Comment By Bob L.
Nov. 13th 2013
Here we go again, Pierce County Bridge Toll, and the rest of Washington States drivers along with Trucking Companies and Tourist will be Paying for Seattle’s Free Ride from paying their fair share of tolls, if what Inslee and the Olympia Politicians get their way, the people will pay more for a higher Gas Tax from 10.5% up to 11.5%, maybe more when done, but who usually get most of the Highway funds when it comes to road work, Seattle and King County.
As usual the right way is to CUT USELESS SPENDING and learn how to live with in your means like the American people have to do, and on what you have coming in, is that to hard to do (yes), or is it that they are doing what Washington DC is trying to do, turn this County into a Government Run by a Dictator, and hand the keys over to Foreign Control.
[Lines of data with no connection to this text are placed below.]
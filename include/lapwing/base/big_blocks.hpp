// Large blocks (a lap's per-point buffers) in transparent huge pages. A fresh 4 KB page costs
// the system some 2.6 microseconds on this project's virtual machine (base/memory.hpp), a fifth
// of a whole run's time on a long track; a 2 MB huge page costs about what its 512 small pages'
// clearing does: 8 MB made ready took 3.5 ms in small pages and 0.27 ms in huge ones, measured
// here (docs/performance.md, "Large buffers in huge pages"). Huge pages need 2 MB-aligned ranges
// marked for them (madvise(MADV_HUGEPAGE), Linux 2.6.38: transparent huge pages in "madvise" mode),
// which the C library's allocator does not give blocks of a few hundred KB. BigBlocks keeps one
// reserved range so marked and hands out page-aligned blocks from it, first fit, freed blocks
// coalesced and their whole huge pages given back to the system (so that a long study's memory
// follows what it holds). The lapwing executable's operator new sends every request of 64 KB or
// more here, the library's code in it included (cli/big_blocks_new.cpp); other programs linking the
// library (the Python module, lapwing_bench) allocate as their host does.
#pragma once

#include <cstddef>
#include <map>
#include <mutex>

namespace lapwing {

class BigBlocks {
 public:
  static constexpr std::size_t page = std::size_t{4} << 10;
  static constexpr std::size_t huge_page = std::size_t{2} << 20;
  /// Reserves `reserve_bytes` of address space (no memory: pages come when first written), a
  /// whole number of huge pages, huge-page aligned, opened for use as blocks are handed out.
  /// Where the system refuses the reservation (an address-space limit) the arena is empty and
  /// allocate() says so, as it does where the system refuses to open more of it.
  explicit BigBlocks(std::size_t reserve_bytes);
  ~BigBlocks();
  BigBlocks(const BigBlocks&) = delete;
  BigBlocks& operator=(const BigBlocks&) = delete;

  /// A block of at least `bytes`, aligned to a 4 KB page; nullptr where the arena cannot give
  /// one (empty, or full): the caller takes it elsewhere. Throws std::bad_alloc only where its
  /// own bookkeeping finds no memory.
  void* allocate(std::size_t bytes);
  /// Whether p lies in the arena's range (a block of allocate()'s).
  bool owns(const void* p) const {
    return static_cast<const char*>(p) >= base_ && static_cast<const char*>(p) < base_ + size_;
  }
  /// Frees a block of allocate()'s (its whole huge pages back to the system at once). Any other
  /// pointer in the range (freed twice, never allocated) aborts the program, as the C library
  /// does.
  void deallocate(void* p);

  /// The reserved range's size (0: none).
  std::size_t reserved() const { return size_; }
  /// Bytes in blocks handed out and not freed, and the free extents below the top.
  std::size_t in_use() const;
  std::size_t free_extents() const;

 private:
  void release(std::size_t from, std::size_t to);  // whole huge pages of [from, to) to the system
  bool commit(std::size_t to);  // [0, to) readable and writable (false: the system refused)
  static constexpr std::size_t commit_step = std::size_t{32} << 20;

  char* base_ = nullptr;
  std::size_t size_ = 0;
  mutable std::mutex mutex_;
  std::size_t top_ = 0;                      // bytes from base_ ever handed out above
  std::size_t committed_ = 0;                // bytes from base_ open for reading and writing
  std::map<std::size_t, std::size_t> free_;  // offset -> length, coalesced, below top_
  std::map<std::size_t, std::size_t> used_;  // offset -> length of blocks handed out
};

}  // namespace lapwing
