#include "lapwing/io/line_track.hpp"

#include <algorithm>
#include <cassert>
#include <cmath>
#include <filesystem>
#include <sstream>

#include "lapwing/base/format.hpp"
#include "lapwing/base/interpolate.hpp"
#include "lapwing/base/units.hpp"
#include "lapwing/io/csv_writer.hpp"
#include "lapwing/io/json.hpp"
#include "lapwing/path/centerline.hpp"
#include "lapwing/path/mesh.hpp"

namespace lapwing {

namespace {

struct LineRow {
  double x, y, z, left, right, bank_deg;
};
// The columns written: x_m, y_m, z_m when the line climbs, the widths, bank_deg when it is banked.
std::vector<CsvColumn<LineRow>> line_columns(bool climbs, bool banked) {
  std::vector<CsvColumn<LineRow>> c{
      {"x_m", [](std::string& o, const LineRow& r) { csv_number(o, r.x); }},
      {"y_m", [](std::string& o, const LineRow& r) { csv_number(o, r.y); }}};
  if (climbs) c.push_back({"z_m", [](std::string& o, const LineRow& r) { csv_number(o, r.z); }});
  c.push_back({"width_left_m", [](std::string& o, const LineRow& r) { csv_number(o, r.left); }});
  c.push_back({"width_right_m", [](std::string& o, const LineRow& r) { csv_number(o, r.right); }});
  if (banked)
    c.push_back({"bank_deg", [](std::string& o, const LineRow& r) { csv_number(o, r.bank_deg); }});
  return c;
}

}  // namespace

std::string air_yaml(const AirSpec& air) {
  std::string o = "altitude: " + format_number(air.altitude_m) + " m\n";
  if (air.temperature_k || air.pressure_pa || air.relative_humidity > 0.0) {
    std::string ambient;
    auto add = [&](const std::string& item) { ambient += (ambient.empty() ? "" : ", ") + item; };
    if (air.temperature_k) add("temperature: " + format_number(*air.temperature_k) + " K");
    if (air.pressure_pa) add("pressure: " + format_number(*air.pressure_pa) + " Pa");
    if (air.relative_humidity > 0.0) add("humidity: " + format_number(air.relative_humidity));
    o += "ambient: {" + ambient + "}\n";
  }
  return o;
}

LineTrackFiles line_track_files(const Track& source, const PathProfile& line, const AirSpec& air,
                                const std::string& method, const LineSpec& spec,
                                const std::string& csv_name,
                                const std::optional<SourceQuality>& source_quality) {
  assert(line.source == PathProfile::Source::line && !line.width_left_m.empty());
  // A closed line's last sample is its first again: the file holds each point once.
  const std::size_t n = source.closed ? line.x_m.size() - 1 : line.x_m.size();
  bool climbs = false;
  for (double z : line.elevation_m) climbs = climbs || z != 0.0;
  // The bank where the line passes: the described path's at the line's reference distance, as
  // a mesh over the line reads it (DescribedBank), written as a bank_deg column.
  const DescribedBank described_bank(source);
  std::vector<double> bank_deg(n);
  bool banked = false;
  for (std::size_t i = 0; i < n; ++i) {
    bank_deg[i] = described_bank.at(line.reference_s_m[i]) / units::deg;
    banked = banked || bank_deg[i] != 0.0;
  }
  const std::vector<CsvColumn<LineRow>> columns = line_columns(climbs, banked);
  CsvWriter<LineRow> csv(columns, n);
  for (std::size_t i = 0; i < n; ++i)
    csv.add({line.x_m[i], line.y_m[i], line.elevation_m[i], line.width_left_m[i],
             line.width_right_m[i], bank_deg[i]});
  // Where the line passes the source's sector starts.
  Track lined = source;
  lined.line_path = line;
  const std::vector<double> sectors = lapped_sectors_m(lined);
  std::ostringstream y;
  y << "# Made by 'lapwing track line' from "
    << std::filesystem::path(source.file).filename().string() << ": the " << method
    << " line for a vehicle " << format_number(spec.vehicle_width_m) << " m wide with a margin of "
    << format_number(spec.margin_m)
    << " m each side.\n# Widths are measured from the line; lapping this track laps the line.\n";
  // The source's verdict: the line is drawn from its data, and reads no better (a poor source
  // would otherwise come back good: the line's points are 1 m apart and hold no noise).
  if (source_quality) y << "# The source's " << source_quality->text << "\n";
  y << "format: 1\nname: " << json_quote(source.name + " (" + method + " line)")
    << "\nclosed: " << (source.closed ? "true" : "false") << "\n";
  if (!source.closed) y << "start_speed: " << format_number(source.start_speed_mps) << " m/s\n";
  y << air_yaml(air);
  y << "mesh: " << format_number(source.mesh_m) << " m\n";
  // The line's points are 1 m apart and hold no noise: smoothing auto finds that and fits them
  // at the shortest length. The elevation was the source's, exact: kept within 10 m.
  y << "centerline: {file: " << json_quote(csv_name)
    << (climbs ? ", elevation_smoothing: 10 m" : "")
    << (source_quality ? ", source_verdict: " + source_quality->verdict : std::string()) << "}\n";
  if (source.wind)
    y << "wind: {speed: " << format_number(source.wind->speed_mps)
      << " m/s, from: " << format_number(source.wind->from_rad / units::deg) << " deg}\n";
  if (!source.trim_zones.empty()) {
    // Trim zones are given along the described path: each is moved to where the line passes
    // its ends (as a mesh over the line reads them), then scaled from the line's length to the
    // length the written points fit to (within a few cm), so that the last ends at the lap's end
    // when the source's does.
    CenterlinePoints points;
    points.x_m.assign(line.x_m.begin(), line.x_m.begin() + static_cast<std::ptrdiff_t>(n));
    points.y_m.assign(line.y_m.begin(), line.y_m.begin() + static_cast<std::ptrdiff_t>(n));
    CenterlineOptions fit;
    const double fitted_m = fit_centerline(points, source.closed, fit).s_m.back();
    const double scale = fitted_m / line.s_m.back();
    const auto moved = [&](double s) {
      return std::min(fitted_m, scale * interpolate(line.reference_s_m, line.s_m, s));
    };
    y << "trim_zones: [";
    for (std::size_t k = 0; k < source.trim_zones.size(); ++k)
      y << (k ? ", " : "") << "[" << format_number(moved(source.trim_zones[k].start_m)) << " m, "
        << format_number(moved(source.trim_zones[k].end_m)) << " m]";
    y << "]\n";
  }
  y << "sectors: [";
  for (std::size_t k = 0; k < sectors.size(); ++k)
    y << (k ? ", " : "") << format_number(k == 0 ? 0.0 : sectors[k]) << " m";
  y << "]\n";
  return {y.str(), csv.take()};
}

}  // namespace lapwing
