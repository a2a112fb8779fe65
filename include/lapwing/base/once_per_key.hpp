// A value built once per key in the process and shared: the tables of FixedPower and
// EllipseShape, made per exponent.
#pragma once

#include <map>
#include <memory>
#include <mutex>

namespace lapwing {

/// The value `make()` builds for `key`, built by the first caller and shared with every later one
/// (kept for the process's life; a mutex around a map, so the same bits whichever thread made
/// it). Each call site (its `make`'s type) keeps a map of its own.
template <typename T, typename Make>
std::shared_ptr<const T> once_per_key(double key, const Make& make) {
  static std::mutex mutex;
  static std::map<double, std::shared_ptr<const T>> made;
  const std::lock_guard<std::mutex> lock(mutex);
  std::shared_ptr<const T>& slot = made[key];
  if (!slot) slot = make();
  return slot;
}

}  // namespace lapwing
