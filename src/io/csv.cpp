#include "lapwing/io/csv.hpp"

#include <filesystem>
#include <fstream>
#include <limits>

#include "lapwing/base/error.hpp"
#include "lapwing/base/format.hpp"
#include "lapwing/base/text.hpp"
#include "lapwing/base/units.hpp"
#include "lapwing/io/input_file.hpp"

namespace lapwing {

int CsvTable::find(const std::string& name) const {
  for (std::size_t i = 0; i < names.size(); ++i)
    if (names[i] == name) return static_cast<int>(i);
  return -1;
}

const std::vector<double>& CsvTable::column(const std::string& name) const {
  const int i = find(name);
  if (i < 0) {
    std::string have;
    for (const auto& n : names) have += (have.empty() ? "" : ", ") + n;
    throw InputError(file, Mark{1, 1}, "no column '" + name + "' (the header has " + have + ")");
  }
  const auto c = static_cast<std::size_t>(i);
  if (c < bad.size() && bad[c])
    throw InputError(file, Mark{bad[c]->line, bad[c]->col},
                     "'" + bad[c]->text + "' is not a number (column " + name + ")");
  return columns[c];
}

namespace {
// The fields of a line, and the column each starts at (from 1). A field whose first character
// other than blanks is a double quote is quoted (RFC 4180, section 2): its text runs to the
// quote that closes it, a doubled quote standing for one, commas included; blanks may follow.
// `unclosed`: the column of a quote that is not closed on the line, or of text after a closing
// quote (0: none).
std::vector<std::string> split(const std::string& line, std::vector<int>& starts,
                               int* unclosed = nullptr) {
  std::vector<std::string> out;
  starts.clear();
  if (unclosed) *unclosed = 0;
  std::size_t at = 0;
  while (true) {
    starts.push_back(static_cast<int>(at) + 1);
    std::size_t q = at;
    while (q < line.size() && (line[q] == ' ' || line[q] == '\t')) ++q;
    if (q < line.size() && line[q] == '"') {
      std::string text;
      std::size_t i = q + 1;
      bool closed = false;
      for (; i < line.size(); ++i) {
        if (line[i] != '"') {
          text.push_back(line[i]);
        } else if (i + 1 < line.size() && line[i + 1] == '"') {
          text.push_back('"');
          ++i;
        } else {
          closed = true;
          ++i;
          break;
        }
      }
      while (i < line.size() && (line[i] == ' ' || line[i] == '\t')) ++i;
      if (unclosed && *unclosed == 0 && (!closed || (i < line.size() && line[i] != ',')))
        *unclosed = static_cast<int>(closed ? i : q) + 1;
      out.push_back(text);
      const std::size_t comma = line.find(',', i);
      if (comma == std::string::npos) break;
      at = comma + 1;
      continue;
    }
    const std::size_t comma = line.find(',', at);
    out.push_back(line.substr(at, comma == std::string::npos ? std::string::npos : comma - at));
    if (comma == std::string::npos) break;
    at = comma + 1;
  }
  return out;
}
std::string trim(std::string s) {
  while (!s.empty() && (s.back() == ' ' || s.back() == '\t')) s.pop_back();
  std::size_t i = 0;
  while (i < s.size() && (s[i] == ' ' || s[i] == '\t')) ++i;
  return s.substr(i);
}
// Whether `text` reads as a header of `fields` column names: as many comma-separated fields,
// none empty and none a number.
bool looks_like_header(const std::string& text, std::size_t fields) {
  std::vector<int> starts;
  const auto names = split(text, starts);
  if (names.size() != fields || fields < 2) return false;
  for (const auto& name : names) {
    const std::string n = trim(name);
    if (n.empty() || parse_number(n)) return false;
  }
  return true;
}
// The next line of `in` into `line` (without its '\n'); false at the end of the file. Read byte
// by byte from the stream's buffer, so that a NUL byte (a binary file), a line longer than
// max_line_bytes or a file beyond max_data_bytes is refused as soon as it is met: a file with no
// line ends (/dev/zero) or no end (a pipe) is not read for ever. `read` counts the bytes so far.
bool next_line(std::istream& in, std::string& line, std::size_t& read, const std::string& file,
               int n) {
  line.clear();
  std::streambuf& buf = *in.rdbuf();
  bool any = false;
  for (int c = buf.sbumpc(); c != std::char_traits<char>::eof(); c = buf.sbumpc()) {
    any = true;
    if (++read > max_data_bytes)
      throw InputError(
          file, Mark{n, static_cast<int>(line.size()) + 1},
          "the file is larger than " + mib_text(max_data_bytes) + " (lapwing's largest data file)");
    if (c == '\n') return true;
    if (c == 0)
      throw InputError(file, Mark{n, static_cast<int>(line.size()) + 1},
                       "a NUL byte (byte " + std::to_string(read) + "): not a text file");
    if (line.size() >= max_line_bytes)
      throw InputError(file, Mark{n, 1},
                       "the line is longer than " + mib_text(max_line_bytes) +
                           " (lapwing's longest CSV row): not a CSV file of numbers");
    line.push_back(static_cast<char>(c));
  }
  return any;
}
}  // namespace

Mark CsvTable::at(std::size_t row, const std::string& name) const {
  const Mark line_only{row < lines.size() ? lines[row] : header_line, 1};
  const int c = find(name);
  std::error_code ec;
  if (c < 0 || row >= lines.size() || !std::filesystem::is_regular_file(file, ec)) return line_only;
  std::ifstream in(file, std::ios::binary);
  std::string line;
  std::size_t read = 0;
  try {
    for (int n = 1; n <= lines[row]; ++n)
      if (!next_line(in, line, read, file, n)) return line_only;
  } catch (const InputError&) {
    return line_only;
  }
  if (!line.empty() && line.back() == '\r') line.pop_back();
  std::vector<int> starts;
  const auto fields = split(line, starts);
  if (fields.size() != names.size()) return line_only;  // the file changed since it was read
  return Mark{lines[row], starts[static_cast<std::size_t>(c)]};
}

CsvTable read_csv(const std::string& file, std::size_t min_rows) {
  std::ifstream in = open_input(file);
  CsvTable t;
  t.file = file;
  std::string line;
  int n = 0;
  std::vector<int> starts;
  // The last comment line before the header, and its line: when the header turns out to be
  // numbers, a comment that reads like a header is the likely one ('#x_m,y_m').
  std::string last_comment;
  int last_comment_line = 0;
  std::size_t read = 0;
  while (next_line(in, line, read, file, n + 1)) {
    ++n;
    if (!line.empty() && line.back() == '\r') line.pop_back();
    // A CR inside a line: lines that end with a CR alone (old Mac text), read as one line that
    // was all comments or one long header (a robustness campaign's finding: "the file has no
    // header line"). Named at the first.
    if (const std::size_t cr = line.find('\r'); cr != std::string::npos)
      throw InputError(file, Mark{n, static_cast<int>(cr) + 1}, lone_cr_message);
    int bom = 0;  // bytes of a BOM taken off the line (columns count from the file's first byte)
    if (n == 1 && line.rfind("\xEF\xBB\xBF", 0) == 0) line.erase(0, bom = 3);  // UTF-8 BOM
    // Text is UTF-8: a byte that is not is refused where it stands (a name read from the header
    // goes into JSON and YAML outputs, which must be UTF-8).
    if (const auto bad = invalid_utf8_at(line))
      throw InputError(file, Mark{n, static_cast<int>(*bad) + 1 + bom},
                       invalid_utf8_message(line, *bad));
    if (line.empty()) continue;
    if (t.names.empty() && line[0] == '#') {  // comment lines before the header
      last_comment = line;
      last_comment_line = n;
      continue;
    }
    if (t.names.empty()) {
      if (line.find(',') == std::string::npos) {
        if (line.find(';') != std::string::npos)
          throw InputError(file, Mark{n, 1},
                           "the file looks semicolon-separated; lapwing reads commas");
        if (line.find('\t') != std::string::npos)
          throw InputError(file, Mark{n, 1}, "the file looks tab-separated; lapwing reads commas");
      }
      int unclosed = 0;
      const auto header = split(line, starts, &unclosed);
      if (unclosed)
        throw InputError(file, Mark{n, unclosed + bom},
                         "a quoted column name must end with its closing quote before the next "
                         "comma (a quote inside one is doubled: RFC 4180)");
      for (auto name : header) {
        name = trim(name);
        if (name.empty() || parse_number(name)) {
          std::string hint;
          if (!last_comment.empty() && looks_like_header(last_comment.substr(1), header.size()))
            hint = "; line " + std::to_string(last_comment_line) + " ('" + last_comment +
                   "') looks like the header but was read as a comment because it starts with "
                   "'#': remove the '#'";
          throw InputError(
              file, Mark{n, 1},
              "the first line must be a header of column names (got '" + line + "')" + hint);
        }
        // Two columns of one name: which one a reader takes would be a guess.
        if (const int first = t.find(name); first >= 0)
          throw InputError(file, Mark{n, starts[t.names.size()] + bom},
                           "column '" + name + "' is named twice (columns " +
                               std::to_string(first + 1) + " and " +
                               std::to_string(t.names.size() + 1) + ")");
        t.names.push_back(name);
      }
      t.header_line = n;
      t.columns.resize(t.names.size());
      t.bad.resize(t.names.size());
      continue;
    }
    int unclosed = 0;
    const auto fields = split(line, starts, &unclosed);
    if (unclosed)
      throw InputError(file, Mark{n, unclosed},
                       "a quoted field must end with its closing quote before the next comma (a "
                       "quote inside one is doubled: RFC 4180)");
    if (fields.size() != t.names.size())
      throw InputError(file, Mark{n, 1},
                       "expected " + std::to_string(t.names.size()) + " fields, got " +
                           std::to_string(fields.size()));
    for (std::size_t c = 0; c < fields.size(); ++c) {
      const auto v = parse_number(fields[c]);
      // No number: refused when the column is read (CsvTable::column), at its first such field.
      if (!v && !t.bad[c]) t.bad[c] = CsvTable::BadField{n, starts[c], trim(fields[c])};
      t.columns[c].push_back(v ? *v : std::numeric_limits<double>::quiet_NaN());
    }
    t.lines.push_back(n);
  }
  if (t.names.empty())
    throw InputError(file, Mark{1, 1},
                     n == 0 ? "the file is empty" : "the file has no header line (only comments)");
  if (t.rows() < min_rows)
    throw InputError(file, Mark{n, 1},
                     "only " + std::to_string(t.rows()) + " data rows; at least " +
                         std::to_string(min_rows) + " are needed");
  return t;
}

void require_increasing(const CsvTable& t, const std::string& column) {
  const auto& v = t.column(column);
  const int c = t.find(column);
  for (std::size_t i = 1; i < v.size(); ++i)
    if (!(v[i] > v[i - 1]))
      throw InputError(t.file, t.at(i, column),
                       column + " must increase strictly: " + format_readable(v[i]) + " after " +
                           format_readable(v[i - 1]) + " (column " + std::to_string(c + 1) + ")");
}

void require_no_duplicates(const CsvTable& t, const std::vector<std::string>& columns) {
  std::vector<const std::vector<double>*> cols;
  for (const auto& c : columns) cols.push_back(&t.column(c));
  for (std::size_t i = 1; i < t.rows(); ++i) {
    bool same = true;
    for (const auto* c : cols) same = same && (*c)[i] == (*c)[i - 1];
    if (same)
      throw InputError(
          t.file, Mark{t.lines[i], 1},
          "duplicate consecutive point (the same as line " + std::to_string(t.lines[i - 1]) + ")");
  }
}

InputError row_error(const CsvTable& t, const InvalidInput& e) {
  // The data row "COLUMN[i]" the violation points at is the table's row i.
  const std::string& where = e.violation().where();
  const std::optional<std::size_t> i = last_index(where);
  // A rule of the data as a whole names the header, the nearest place to it; a row's, the
  // field of its column where the path names one of the table's.
  const Mark mark = i && *i < t.lines.size() ? t.at(*i, where.substr(0, where.find('[')))
                                             : Mark{t.header_line, 1};
  return InputError(t.file, mark, e.message());
}

}  // namespace lapwing
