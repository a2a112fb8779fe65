// Large buffers made ready before they are first written. On Linux a fresh page costs a fault
// when first touched; on this project's virtual machine 2.6 microseconds a 4 KB page (0.64 ns a
// byte, ten times writing the byte afterwards), and a lap's buffers are ~190 bytes a mesh point.
// madvise(MADV_POPULATE_WRITE) (Linux 5.14) makes a range's pages ready in one call, without a
// fault each: 1.75 microseconds a page measured here (docs/performance.md, "A lone lap on two
// threads").
#pragma once

#include <cstddef>
#include <initializer_list>
#include <vector>

#include "lapwing/base/halves.hpp"

namespace lapwing {

/// Makes the whole pages inside [p, p + bytes) ready for writing where the system can (Linux:
/// MADV_POPULATE_WRITE); else, or where it refuses, does nothing (the pages fault as before).
void populate(void* p, std::size_t bytes);

/// v.resize(n), the new storage of a large buffer (64 KB or more) made ready first (populate):
/// the same contents, fewer faults.
template <typename T>
void resize_ready(std::vector<T>& v, std::size_t n) {
  if (n > v.capacity() && n * sizeof(T) >= (std::size_t{1} << 16)) {
    v.reserve(n);
    populate(v.data(), n * sizeof(T));
  }
  v.resize(n);
}

/// resize_ready for several buffers at once, their new storage made ready in two halves of the
/// points, [0, n/2) and [n/2, n), the second on `second` where there is one. Readying the pages
/// is the system's work and most of a fresh buffer's cost; on two cores two threads do it in
/// about 0.6 of the time one takes (docs/performance.md, "A lone lap on two threads"). The same
/// contents either way.
template <typename T>
void resize_ready(std::initializer_list<std::vector<T>*> buffers, std::size_t n,
                  SecondThread* second) {
  std::vector<T*> fresh;
  for (std::vector<T>* v : buffers)
    if (n > v->capacity() && n * sizeof(T) >= (std::size_t{1} << 16)) {
      v->reserve(n);
      fresh.push_back(v->data());
    }
  if (!fresh.empty())
    in_halves(n, second, [&](std::size_t lo, std::size_t hi) {
      for (T* p : fresh) populate(p + lo, (hi - lo) * sizeof(T));
    });
  for (std::vector<T>* v : buffers) v->resize(n);
}

}  // namespace lapwing
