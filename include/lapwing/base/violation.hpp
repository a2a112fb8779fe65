// What validate() returns: the first value that breaks a rule of its type, named by its key path
// (the path the file formats use, e.g. "tyres.mu_lat"), with the value and the rule. The model
// knows no file positions: a loader maps the key path to FILE:LINE:COL (io/source_map.hpp), and
// a library caller gets the same words without one (InvalidInput, error.hpp).
#pragma once

#include <cstddef>
#include <functional>
#include <limits>
#include <optional>
#include <string>
#include <string_view>
#include <type_traits>
#include <vector>

#include "lapwing/base/range.hpp"
#include "lapwing/base/units.hpp"

namespace lapwing {

/// A value's text for a message, from its key path and its value in SI: a loader gives the text
/// as the file wrote it ("-640 kg"); without one, the SI value with 12 significant digits.
using ValueText = std::function<std::string(const std::string& path, double value_si)>;  // not si_value: a macro of <csignal>

struct Violation {
  enum class Kind {
    rule,   // `rule` is the sentence
    range,  // "value V is out of range: must be RULE"
    order   // "values must be strictly RULE (item I: V after P)", RULE increasing or decreasing
  };
  Kind kind = Kind::rule;
  std::string field;  // key path the message names ("mass", "powertrain.gears"); may be empty
  std::string at;     // key path of the value the error points at when not `field` (an item)
  double value = std::numeric_limits<double>::quiet_NaN();     // SI
  double previous = std::numeric_limits<double>::quiet_NaN();  // order: the item before
  std::size_t item = 0;                                        // order: the item's index
  std::string rule;
  // A data point the sentence names where it says {point}: its key path (e.g.
  // "centerline.points[11]") and how to name it without its file's lines.
  std::string point, point_text;

  /// The key path of the value the error points at: `at`, else `field`.
  const std::string& where() const { return at.empty() ? field : at; }
  /// This violation of a part, as a violation of the whole: key paths under `prefix`
  /// ("tyres" + "mu_lat" = "tyres.mu_lat"; "segments[2]" + "arc.radius" =
  /// "segments[2].arc.radius").
  Violation& under(std::string_view prefix);
  /// The sentence, without position or key path. `text` gives the values' text (default: SI
  /// with 12 significant digits); `point_name` names the data point (default: point_text).
  std::string message(const ValueText& text = {}, std::string_view point_name = {}) const;
};

/// The index a key path ends with ("x_m[12]" -> 12), or nothing.
std::optional<std::size_t> last_index(std::string_view path);

/// Joins key paths: "a" + "b" = "a.b", "a" + "[2]" = "a[2]", "" + "b" = "b".
std::string join_path(std::string_view prefix, std::string_view path);

/// "value V is out of range: must be R", with " in SI units" for a value that has units.
Violation out_of_range(std::string field, double value, const Range& r, bool si_units);
/// The same for a quantity: numbers and fractions have no units.
Violation out_of_range(std::string field, double value, const Range& r, Quantity q);
/// Item i of v is not strictly above (or below) item i - 1.
Violation out_of_order(const std::string& field, const std::vector<double>& v, std::size_t i,
                       bool increasing);
/// A rule in words.
Violation broken_rule(std::string field, std::string sentence, std::string at = {});

/// The first violation of rules checked in order (the order a file is read in, so that a
/// loader reports what it would have met first). Once one is found the rest are skipped.
class FirstViolation {
 public:
  bool found() const { return first_.has_value(); }
  /// v in r.
  FirstViolation& range(std::string_view field, double v, const Range& r, Quantity q);
  FirstViolation& range(std::string_view field, double v, const Range& r, bool si_units);
  /// Every v[i] in r, named "field[i]".
  FirstViolation& each(std::string_view field, const std::vector<double>& v, const Range& r,
                       Quantity q);
  /// Strictly increasing (or decreasing) values; the error points at the item.
  FirstViolation& order(std::string_view field, const std::vector<double>& v, bool increasing);
  /// `ok`, or the rule in words; `sentence` is a string or a function making one (called only
  /// when the rule is broken).
  template <typename Sentence>
  FirstViolation& rule(bool ok, std::string_view field, Sentence&& sentence,
                       std::string_view at = {}) {
    if (!first_ && !ok) {
      if constexpr (std::is_invocable_v<Sentence>)
        first_ = broken_rule(std::string(field), sentence(), std::string(at));
      else
        first_ = broken_rule(std::string(field), std::string(sentence), std::string(at));
    }
    return *this;
  }
  /// A part's first violation, its key paths under `prefix`; `check` is called only when none
  /// has been found yet.
  template <typename Check>
  FirstViolation& part(std::string_view prefix, Check&& check) {
    if (!first_) {
      std::optional<Violation> v = check();
      if (v) first_ = std::move(v->under(prefix));
    }
    return *this;
  }
  std::optional<Violation> result() const { return first_; }

 private:
  std::optional<Violation> first_;
};

}  // namespace lapwing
This State (WA.) and this Country can not continue to keep raising TAXES, if they keep it up, this Country will be into the Biggest Depression that they will ever see and will never survive, because our Children and Grandchildren will not have a job to bail out this Country.
And Who is getting the Tax Break, BOEING to the tune of Nine Billion Dollars (not the people of WA., they will PAY for the LOSS), and where, Seattle and Everett.
Republicans reveal transportation plan that would avoid I-90 tolling
By JOHN LANGELER / KING 5 News
Posted on November 12, 2013
SEATTLE — The Washington State Senate Coalition presented its first transportation proposal to fellow lawmakers Saturday, opening long-awaited negotiations on a plan to fund road projects across the state.
Transportation funding, highlighted by Gov. Jay Inslee last week during the special session on Boeing tax breaks, was held up during prior special sessions when the Majority Senate Coalition, led by Republicans, rejected what was passed by the House.
The plan, made public Tuesday, includes fully finding the new SR 520 floating bridge, eliminating tolls on I-90 and completing a host of other projects across Washington. Funding would come from the cancellation of the Columbia River Crossing in Vancouver, and an increase in the gas tax to 11.5 cents.
While there was a level of optimism over the plan, Rep. Jake Fey (D-Tacoma) pointed out some concerns.
“There are differences (between the House and Senate plans),” Fey said Tuesday, “Sometimes it takes a dramatic breakthrough to open things so you can get a bill passed in the legislature.”
Fey and other Democrats expressed similiar concerns over reforms included in the proposal. For one, fewer resources are dedicated to public transit.
In addition, Fey said, sales tax revenue in the Senate proposal would not go into the general fund, but would instead be specifically dedicated for transportation.
That could potentially sap money from other needs like education, Fey suggested.
“There’s things in the proposal to be liked and there’s things that will need more information,” said Fey.
Sen. Curtis King (R-Yakima) and other Republicans on the Transportation Committee were unavailable Tuesday evening.
Negotiations on this issue are expected to pick up again later this month during committee days in Olympia.